Tungsten is primarily used to produce cemented carbide tools, generating substantial amounts of grinding waste of cemented carbide (GWCC) during machining. GWCC mainly comprises tungsten carbide (WC) and cobalt, which have significant economic value and are worth recovering. This work proposes a mildly recovery process involving chloridizing roasting and water leaching, introducing a novel transition and decomposition method for GWCC through chlorination roasting using CaCl2 as the chlorinating agent. Initially, Co and W in the GWCC are converted into CoCl2 and CaWO4, WO3 via chloridizing roasting. Subsequently, water leaching of the roasting product yields a CoCl2 solution and tungstate residue. Pure cobalt hydroxide precipitation is then obtained by adjusting the pH of the solution.
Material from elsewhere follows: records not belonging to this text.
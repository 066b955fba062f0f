"""What every record carries, and where a fact comes from."""

from __future__ import annotations

from dataclasses import dataclass
from pathlib import PurePosixPath
from typing import Self

from builder.records.conversion import Data, from_data
from builder.records.terms import Origin, Trust


@dataclass(frozen=True, slots=True, kw_only=True)
class Record:
    """One record: its id (the file's stem), the file as shown to people, and whose it is."""

    id: str
    file: str
    origin: Origin

    @classmethod
    def from_raw(cls, data: Data, file: str, origin: Origin) -> Self:
        """Return the record of a file whose data has passed its schema."""
        return from_data(cls, data, id=PurePosixPath(file).stem, file=file, origin=origin)


@dataclass(frozen=True, slots=True, kw_only=True)
class Entry:
    """One fact of a list file: `file` as shown, `origin`, and the JSON pointer of the fact in it."""

    file: str
    origin: Origin
    pointer: str


@dataclass(frozen=True, slots=True, kw_only=True)
class SourcedRecord(Record):
    """A record of one fact: the source it comes from, the place in it, and whether it was read."""

    source: str
    trust: Trust
    where: str | None = None
    note: str | None = None


@dataclass(frozen=True, slots=True, kw_only=True)
class SourcedEntry(Entry):
    """One fact of a list file, with its source as in `SourcedRecord`."""

    source: str
    trust: Trust
    where: str | None = None
    note: str | None = None


@dataclass(frozen=True, slots=True, kw_only=True)
class Part:
    """One component of a mixture; `amount` as written ("5 parts", "30 wt%")."""

    chemical: str
    amount: str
The thermodynamic equilibrium of the WC-Co-CaCl2 system was first calculated, demonstrating that W and Co are entirely transformed into CaWO4 and CoCl2 above 400 degrees C with an initial chlorine-to-cobalt ratio (nCl/nCo ratio) of 2.0. Detailed roasting experiments reveal that the maximum cobalt leaching efficiency was achieved at 600 degrees C. The nCl/nCo ratio significantly influences the conversion, and insufficient CaCl2 and low temperature lead to cobalt tungstate and cobalt chloride formation. Optimal roasting conditions were determined to be a temperature of 600 degrees C, a nCl/nCo ratio of 2.4:1, and a reaction time of 1 h, achieving a cobalt leaching efficiency of 94.32 %. Finally, pure cobalt hydroxide was precipitated, and the separated tungstate residue was a high-quality raw material used for tungsten smelting.